Esta figura fornece um estudo comparativo de avaliação PTEN usando exosomal PTEN e tumores imunohistoquímica do PC do paciente. A imuno-histoquímica de tecidos de tumores de quatro pacientes PC demonstra a heterogeneidade de expressão de PTEN em tumores da próstata. A. Eosina coloração com hematoxilina. B. Coloração com anticorpos secundários. C. A coloração com anticorpos específicos PTEN, setas indicam células positivas PTEN. D. Avaliação da expressão de PTEN utilizando exossomas no plasma dos mesmos pacientes. E) Uma micrografia microscópio eletrônico de varredura mostrando a população homogênea de exossomos coletadas do sangue do paciente. Exossomos foram anexadas a uma lamela utilizando polilisina, e processados para microscopia eletrônica de varredura.

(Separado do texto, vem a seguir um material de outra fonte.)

class Filterbank:
    """C channels at one sampling rate, validated on construction.

    ``channels``: iterable of :class:`Channel`; ``sampling_rate_hz``: fs, Hz. ``provenance`` is an
    optional dict of facts about how the filterbank was obtained (e.g. ``window_samples``,
    ``criterion``, ``objective``) carried through :meth:`to_json` / :meth:`from_json`.
    ``steady_lines_hz``: the site's steady lines, Hz, each in (0, fs/2), removed from windows
    before the transform (module docstring). Array properties have shape (C,). Filterbanks are
    immutable, hashable and compare by value.

    Examples
    --------
    >>> from burstlens.search import Channel, Filterbank
    >>> bank = Filterbank([Channel(5.0, 0.05), Channel(20.0, 0.02, cell_area=2.0)], 100.0)
    >>> bank
    Filterbank(2 channels, sampling_rate_hz=100.0)
    >>> bank.center_hz, bank.cell_area
    (array([ 5., 20.]), array([1., 2.]))
    >>> bank[1].equivalent()["text"]
    'Gaussian spectrogram window 66.6 ms, smoothed ×2.0'
    >>> Filterbank.from_json(bank.to_json(window_samples=512)) == bank
    True
    >>> Filterbank([Channel(60.0, 0.05)], 100.0)
    Traceback (most recent call last):
    ...
    ValueError: channel 0: center_hz=60.0 is at or above the Nyquist frequency fs/2=50.0 ...
    """

    def __init__(self, channels: Iterable[Channel], sampling_rate_hz: float, *, provenance=None,
                 steady_lines_hz: Iterable[float] = ()):
        fs = _check_sampling_rate(sampling_rate_hz)
        lines = []
        for index, f in enumerate(steady_lines_hz):
            f = _finite(f"steady_lines_hz[{index}]", f)
            if not 0 < f < fs / 2:
                raise ValueError(f"steady_lines_hz[{index}]: {f!r} Hz is outside (0, fs/2) = "
                                 f"(0, {fs / 2:g}) Hz")
            lines.append(f)
        self._lines = tuple(sorted(lines))
        channels = tuple(channels)
        if not channels:
            raise ValueError("channels: a filterbank needs at least one channel")
        for index, channel in enumerate(channels):
            if not isinstance(channel, Channel):
                raise ValueError(f"channel {index}: {channel!r} is not a Channel")
            try:
                channel.validate(fs)
            except ValueError as exc:
                raise ValueError(f"channel {index}: {exc}") from None
        self._channels = channels
        self._fs = fs
        self._provenance = dict(provenance or {})
        self._arrays = np.array([c.astuple() for c in channels], dtype=np.float64)
        self._arrays.setflags(write=False)

    # -- container protocol ----------------------------------------------------------------
    @property
    def channels(self) -> tuple[Channel, ...]:
        return self._channels

    @property
    def sampling_rate_hz(self) -> float:
        return self._fs

    @property
    def provenance(self) -> dict:
        return dict(self._provenance)

    @property
    def steady_lines_hz(self) -> tuple[float, ...]:
        """The site's steady lines (Hz, ascending) removed before the transform; () for none."""
        return self._lines

    def __len__(self) -> int:
        return len(self._channels)

    def __iter__(self) -> Iterator[Channel]:
        return iter(self._channels)

    def __getitem__(self, index) -> Channel:
        return self._channels[index]

    def key(self) -> tuple:
        """Hashable value identity: (fs, ((f_c, σ_t, a, β), ...), steady lines)."""
        return (self._fs, tuple(c.astuple() for c in self._channels), self._lines)

    def __eq__(self, other) -> bool:
        return isinstance(other, Filterbank) and self.key() == other.key()

    def __hash__(self) -> int:
        return hash(self.key())

    def __repr__(self) -> str:
        return f"Filterbank({len(self)} channels, sampling_rate_hz={self._fs!r})"

    def with_channel(self, index: int, channel: Channel) -> Filterbank:
        """A copy with channel ``index`` replaced (used by per-channel refinement)."""
        channels = list(self._channels)
        channels[index] = channel
        return Filterbank(channels, self._fs, provenance=self._provenance,
                          steady_lines_hz=self._lines)

    # -- arrays (C,) -----------------------------------------------------------------------
    @property
    def center_hz(self) -> np.ndarray:
        """f_c per channel, Hz, (C,) read-only."""
        return self._arrays[:, 0]

    @property
    def time_spread_s(self) -> np.ndarray:
        """σ_t per channel, s, (C,) read-only."""
        return self._arrays[:, 1]

    @property
    def cell_area(self) -> np.ndarray:
        """a per channel (1 = Heisenberg minimum), (C,) read-only."""
        return self._arrays[:, 2]

    @property
    def chirp_hz_per_s(self) -> np.ndarray:
        """β per channel, Hz/s, (C,) read-only: the sweep rate matched, > 0 upward."""
        return self._arrays[:, 3]

    @property
    def conditional_freq_spread_hz(self) -> np.ndarray:
        """σ_f·√(1−ρ²) = a/(4πσ_t) per channel, Hz, (C,)."""
        return self.cell_area / (4.0 * np.pi * self.time_spread_s)

    @property
    def freq_spread_hz(self) -> np.ndarray:
        """σ_f per channel, Hz, (C,)."""
        return np.hypot(self.chirp_hz_per_s * self.time_spread_s, self.conditional_freq_spread_hz)

    @property
    def correlation(self) -> np.ndarray:
        """ρ per channel, (C,)."""
        return self.chirp_hz_per_s * self.time_spread_s / self.freq_spread_hz

    # -- families --------------------------------------------------------------------------
    @classmethod
    def constant_window(
        cls, centers_hz, time_spread_s, sampling_rate_hz, *, chirp_hz_per_s=0.0
    ) -> Filterbank:
        """Gaussian spectrogram: the same σ_t (s) at every centre, a = 1."""
        return cls._family(centers_hz, time_spread_s, 1.0, chirp_hz_per_s, sampling_rate_hz)

    @classmethod
    def constant_q(
        cls, centers_hz, cycles, sampling_rate_hz, *, chirp_hz_per_s=0.0
    ) -> Filterbank:
        """Constant-Q Gaussian scalogram, a = 1: σ_t = cycles / f_c, i.e. the time std of the
        window energy |h|² spans ``cycles`` periods of the centre frequency.

        A complex Morlet wavelet ``cmorB-C`` (pywt) has |ψ|² of std √B/2 in scale units, so its
        scalogram is this family with cycles = C·√B/2.
        """
        cycles = _positive("cycles", cycles, "")
        centers = _as_centers(centers_hz)
        return cls._family(centers, cycles / centers, 1.0, chirp_hz_per_s, sampling_rate_hz)

    @classmethod
    def constant_area(
        cls, centers_hz, time_spread_s, cell_area, sampling_rate_hz, *, chirp_hz_per_s=0.0
    ) -> Filterbank:
        """A chosen cell area a at every centre; σ_t (s) scalar or one per centre."""
        return cls._family(centers_hz, time_spread_s, cell_area, chirp_hz_per_s, sampling_rate_hz)

    @classmethod
    def _family(cls, centers_hz, time_spread_s, cell_area, chirp_hz_per_s, fs) -> Filterbank:
        centers = _as_centers(centers_hz)
        shape = centers.shape
        try:
            spreads, areas, chirps = (
                np.broadcast_to(np.asarray(v, dtype=np.float64), shape)
                for v in (time_spread_s, cell_area, chirp_hz_per_s)
            )
        except ValueError:
            raise ValueError(
                f"time_spread_s, cell_area and chirp_hz_per_s must be scalars or have one value "
                f"per centre ({shape[0]})"
            ) from None
        channels = []
        for index, values in enumerate(zip(centers, spreads, areas, chirps, strict=True)):
            try:
                channels.append(Channel(*(float(v) for v in values)))
            except ValueError as exc:
                raise ValueError(f"channel {index}: {exc}") from None
        return cls(channels, fs)

    # -- JSON ------------------------------------------------------------------------------
    def to_json(self, **provenance) -> dict:
        """JSON-ready dict: ``format`` "burstlens-filterbank", ``version`` 3,
        ``sampling_rate_hz``, ``steady_lines_hz``, the provenance (stored facts updated by the
        keywords, e.g. ``window_samples``, ``criterion``, ``objective``), and ``channels`` (see
        :meth:`Channel.to_json`)."""
        facts = {**self._provenance, **provenance}
        reserved = {"format", "version", "sampling_rate_hz", "channels", "steady_lines_hz"} & set(facts)
        if reserved:
            raise ValueError(f"provenance may not set reserved field(s) {sorted(reserved)}")
        return {
            "format": FORMAT,
            "version": VERSION,
            "sampling_rate_hz": self._fs,
            "steady_lines_hz": list(self._lines),
            **facts,
            "channels": [c.to_json() for c in self._channels],
        }

    @classmethod
    def from_json(cls, obj: Mapping) -> Filterbank:
        """Read :meth:`to_json` output, checking format, version and every field.

        Each channel needs ``center_hz`` and ``time_spread_s``, and either ``cell_area`` /
        ``chirp_hz_per_s`` (defaults 1 and 0) or ``freq_spread_hz`` / ``correlation``; when both
        are present they must agree. Errors name the field, e.g. ``channels[3].correlation``.

        ``version`` 3; 2 (no steady lines: loads with none); or 1: a version-1 file's
        ``chirp_hz_per_s`` and ``correlation`` are negated on load (its sign convention was the
        opposite, see the module docstring), and the provenance gets ``converted_from_version``
        = 1 and ``conversion_note`` saying so.
        """
        if not isinstance(obj, Mapping):
            raise ValueError(f"filterbank JSON must be an object, got {type(obj).__name__}")
        if obj.get("format") != FORMAT:
            raise ValueError(f"format={obj.get('format')!r} is not {FORMAT!r}")
        version = obj.get("version")
        if isinstance(version, bool) or version not in (VERSION, _NO_LINES_VERSION,
                                                         _NEGATED_CHIRP_VERSION):
            raise ValueError(
                f"version={version!r} is not supported (expected {VERSION}, {_NO_LINES_VERSION} "
                f"without steady lines, or {_NEGATED_CHIRP_VERSION}, read with chirp signs negated)"
            )
        negate = version == _NEGATED_CHIRP_VERSION
        if "sampling_rate_hz" not in obj:
            raise ValueError("sampling_rate_hz is missing")
        fs = _check_sampling_rate(obj["sampling_rate_hz"])
        items = obj.get("channels")
        if not isinstance(items, Sequence) or isinstance(items, (str, bytes)) or not items:
            raise ValueError("channels must be a non-empty list")
        channels = []
        for index, item in enumerate(items):
            where = f"channels[{index}]"
            if negate and isinstance(item, Mapping):
                item = _negate_chirp(item, where)
            channel = _channel_from_json(item, where)
            try:
                channels.append(channel.validate(fs))
            except ValueError as exc:
                raise ValueError(f"{where}.{exc}") from None
        lines = obj.get("steady_lines_hz", []) if version == VERSION else []
        if not isinstance(lines, Sequence) or isinstance(lines, (str, bytes)):
            raise ValueError(f"steady_lines_hz must be a list of frequencies (Hz), got {lines!r}")
        provenance = {
            k: v for k, v in obj.items()
            if k not in {"format", "version", "sampling_rate_hz", "channels", "steady_lines_hz"}
        }
        if negate:
            provenance["converted_from_version"] = _NEGATED_CHIRP_VERSION
            provenance["conversion_note"] = _CONVERSION_NOTE
        return cls(channels, fs, provenance=provenance, steady_lines_hz=lines)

A expressão de PSA no Preparações exossomo de pacientes de PC e os indivíduos normais
Usando 30 pacientes de PC e 8 indivíduos normais, detectamos PSA em exossomos de ambos os pacientes de PC e indivíduos normais (Figura 8A): densidades ópticas das bandas de PSA (da Figura 8A) foram utilizados para análise estatística. As diferenças de PSA exosomal entre os pacientes de PC e indivíduos normais não foram significativas (Figura 8B).